• _DIRECTIONS_
When you reach the line in the data below that contains "contiguous slices, each", please start repeating lines exactly, and stop after the line that contains "that *PanicError. A", repeating nothing else.

[Saved data entries]
// Package parallel is the engine's one parallel-loop helper: every loop of
// package physics that spreads work over the cores goes through it, so
// that a panic in a worker, cancellation and deterministic summation are
// handled in one place.
//
// # Overview
//
// Group is the primitive: goroutines started with Group.Go share one
// context, cancelled when any of them panics or when the owner calls
// Stop; Group.Wait waits for all of them. The loops are built on it:
//
//   - For hands out the indices [0, n) in blocks to at most GOMAXPROCS
//     workers, each with its own body (and workspace), built in the worker.
//   - Chunks runs fn over [0, n) cut into chunks of a fixed size.
//   - Slices cuts [0, n) into a fixed number of contiguous slices, each
//     processed in order by one worker; it is the loop for sums that must
//     not depend on scheduling.
//
// # Panics
//
// A panic in a worker does not end the process. The worker recovers it,
// records the first one as a *PanicError (the original value and the
// worker's stack at the panic; later panics of the same run are dropped),
// and cancels the group's context, so the other workers stop at their next
// poll. When every worker has exited, Wait — and so For, Chunks and Slices
// — panics again on the caller's goroutine with that *PanicError. A
// recover in the caller (the gRPC server's recovery interceptor, or a
// deferred recover of a test) thus sees it, with the worker's stack in
// PanicError.Stack and the original value in PanicError.Value. A worker
// that panics with a *PanicError (a nested loop re-raising) is recorded as
// is, keeping the innermost stack. No goroutine of a loop outlives the
// call.
//
// # Cancellation
//
// Every loop runs its workers in a Group derived from the caller's
// context, whose Done channel (closed when the caller's context ends or a
// worker panics) is polled between indices (For) or chunks (Chunks,
// Slices), and is handed to For's body builders, whose long computations
// (a large eigensolver) poll it themselves; cancellation thus stops a loop
// within one index or chunk. A loop returns ctx.Err() of the caller's
// context once every worker has exited: nil means every index was run; on
// a non-nil error the indices not reached were skipped and the caller
// must discard the partial result.
//
// # Ordering and determinism
//
// For and Chunks run every index (chunk) exactly once, in no particular
// order and on any worker. Slices fixes the work of each slice — the
// bounds lo = s·n/slices, hi = (s+1)·n/slices and the chunks inside, in
// increasing order — from n, chunk and slices alone; only which goroutine
// runs a slice varies. A caller that keeps one accumulator per slice and
// merges them in slice order therefore gets the same floating-point sums,
// bit for bit, under any scheduling and any GOMAXPROCS, provided slices
// does not depend on the core count (SliceCount does not).
//
// # Fault injection
//
// SetFaultHook installs a function called at the start of every worker of
// every Group (so of every loop), with the group's context. It exists so
// that tests outside the engine can make a real engine worker panic; when
// no hook is set it costs one atomic load per worker started.
package parallel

• _SOLUTION TO THE PROBLEM_
//   - Slices cuts [0, n) into a fixed number of contiguous slices, each
//     processed in order by one worker; it is the loop for sums that must
//     not depend on scheduling.
//
// # Panics
//
// A panic in a worker does not end the process. The worker recovers it,
// records the first one as a *PanicError (the original value and the
// worker's stack at the panic; later panics of the same run are dropped),
// and cancels the group's context, so the other workers stop at their next
// poll. When every worker has exited, Wait — and so For, Chunks and Slices
// — panics again on the caller's goroutine with that *PanicError. A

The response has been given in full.